▶ [Problem description]: Check each line of the material below for "common", then copy the ones that contain it.
· · · ·
"""Known-answer trajectory generators (diffkit.synth) checked against outside results.

Outside references used here:
- Einstein relation for an uncorrelated lattice walk, D = Γ_total a² / (2d)
  (Mehrer, Diffusion in Solids, Springer 2007, ch. 4; the project's shared REFERENCES.md).
- Tracer correlation factors of the single-vacancy mechanism (Compaan & Haven,
  Trans. Faraday Soc. 52, 786 (1956); tabulated in Mehrer ch. 7; REFERENCES.md).
- Boltzmann constant and unit factors from scipy.constants (CODATA).
- Exponential residence times / Poisson counts of a constant-rate jump process
  (common practice).
- Atomic masses from ase.data.
"""

from __future__ import annotations

import math
import os
import warnings

import numpy as np
import pytest
from scipy import constants as sc

from diffkit.errors import DiffkitWarning, UsageError
from diffkit.synth import (CampaignTruth, GroundTruth, SyntheticRun, ar2_autocorrelation,
                           arrhenius_campaign,
                           hopping_run, network_diffusion_tensor, vacancy_kmc_run, write_run)

K_B_EV = sc.k / sc.e  # CODATA via scipy, independent of diffkit.units
A2PS_TO_CM2S = (sc.angstrom / sc.centi) ** 2 / sc.pico


def gamma(nu_THz, Ea_eV, T_K):
    """Arrhenius jump rate per direction, 1/ps (ν in THz = 1/ps)."""
    return nu_THz * math.exp(-Ea_eV / (K_B_EV * T_K))


def per_ion_msd(pos, lag):
    """(n_ions,) time-origin-averaged squared displacement at one lag (direct, no FFT)."""
    d = pos[lag:] - pos[:-lag]
    return np.mean(np.sum(d * d, axis=-1), axis=0)


def per_ion_D(pos, lag1, lag2, dt, dim):
    """Per-ion D from the MSD slope between two lags (the vibration offset cancels)."""
    return (per_ion_msd(pos, lag2) - per_ion_msd(pos, lag1)) / ((lag2 - lag1) * dt * 2 * dim)


def min_image(d, cell):
    """Minimum-image vectors for an orthogonal or mildly skewed cell (short vectors)."""
    f = d @ np.linalg.inv(cell)
    f -= np.round(f)
    return f @ cell


# ----------------------------------------------------------------------------- hopping: D
@pytest.mark.parametrize("lattice, z, dim", [("sc", 6, 3), ("square", 4, 2)])
def test_hopping_msd_reproduces_einstein_relation(lattice, z, dim):
    # D = Γ_total a² / (2d), Γ_total = z Γ (Einstein relation, Mehrer ch. 4).
    nu, Ea, T, a, dt = 10.0, 0.2, 600.0, 2.0, 0.1
    D_exact = z * gamma(nu, Ea, T) * a * a / (2 * dim)
    ests, zs = [], []
    for seed in range(5):
        run = hopping_run(n_ions=100, n_frames=2000, frame_interval_ps=dt, temperature_K=T,
                          Ea_eV=Ea, attempt_frequency_THz=nu, jump_distance_A=a,
                          lattice=lattice, vibration_rms_A=0.2, seed=seed)
        assert run.truth.D_A2_per_ps == pytest.approx(D_exact, rel=1e-12)
        assert run.truth.D_cm2_per_s == pytest.approx(D_exact * A2PS_TO_CM2S, rel=1e-12)
        assert run.truth.dimension == dim and run.truth.coordination == z
        pos = run.trajectory.positions[:, :, :dim]  # in-plane for the 2D lattice
        Di = per_ion_D(pos, 10, 100, dt, dim)
        # ions are independent: their spread gives an honest standard error
        ests.append(Di)
        zs.append((Di.mean() - D_exact) / (Di.std(ddof=1) / math.sqrt(len(Di))))
    pooled = np.concatenate(ests)
    z_pooled = (pooled.mean() - D_exact) / (pooled.std(ddof=1) / math.sqrt(len(pooled)))
    assert abs(z_pooled) < 3, (z_pooled, zs)
    assert max(abs(x) for x in zs) < 4, zs


def test_sites_network_D_exact_for_alternating_chain():
    # Sites at 0 and b in a repeat of length L, jumps to both neighbours with rate Γ:
    # the site index is a symmetric random walk with 2Γ jumps per unit time and the
    # position is (L/2)·index plus a bounded term, so D = (L/2)² (2Γ) / 2 = Γ L² / 4
    # (derived; common practice), not the naive Γ (b² + c²) / 2.
    L, b, rate = 4.0, 1.2, 0.7
    cell = np.diag([L, 10.0, 10.0])
    frac = np.array([[0.0, 0.5, 0.5], [b / L, 0.5, 0.5]])
    Dt = network_diffusion_tensor(cell, frac, 2.9, rate)
    assert Dt[0, 0] == pytest.approx(rate * L * L / 4, rel=1e-10)
    assert abs(Dt[0, 0] - rate * (b * b + (L - b) ** 2) / 2) > 0.1 * Dt[0, 0]
    assert np.allclose(Dt[1:, :], 0) and np.allclose(Dt[:, 1:], 0)


def test_sites_chain_run_msd_matches_exact_D():
    # Same chain run through hopping_run; MSD slope vs Γ L² / 4 (derived above).
    L, b, nu, Ea, T, dt = 4.0, 1.2, 10.0, 0.2, 600.0, 0.1
    D_exact = gamma(nu, Ea, T) * L * L / 4
    Di = []
    for seed in range(3):
        run = hopping_run(lattice="sites", sites=[[0, 0.5, 0.5], [b / L, 0.5, 0.5]],
                          cell=[L, 10, 10], neighbour_cutoff_A=2.9, n_ions=100, n_frames=2000,
                          frame_interval_ps=dt, temperature_K=T, Ea_eV=Ea,
                          attempt_frequency_THz=nu, vibration_rms_A=0.1, seed=seed)
        assert run.truth.dimension == 1
        assert run.truth.D_A2_per_ps == pytest.approx(D_exact, rel=1e-9)
        Di.append(per_ion_D(run.trajectory.positions[:, :, :1], 10, 100, dt, 1))
    Di = np.concatenate(Di)
    z = (Di.mean() - D_exact) / (Di.std(ddof=1) / math.sqrt(len(Di)))
    assert abs(z) < 3, z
· · · ·
▶ [Task response]:
  (common practice).
    # (derived; common practice), not the naive Γ (b² + c²) / 2.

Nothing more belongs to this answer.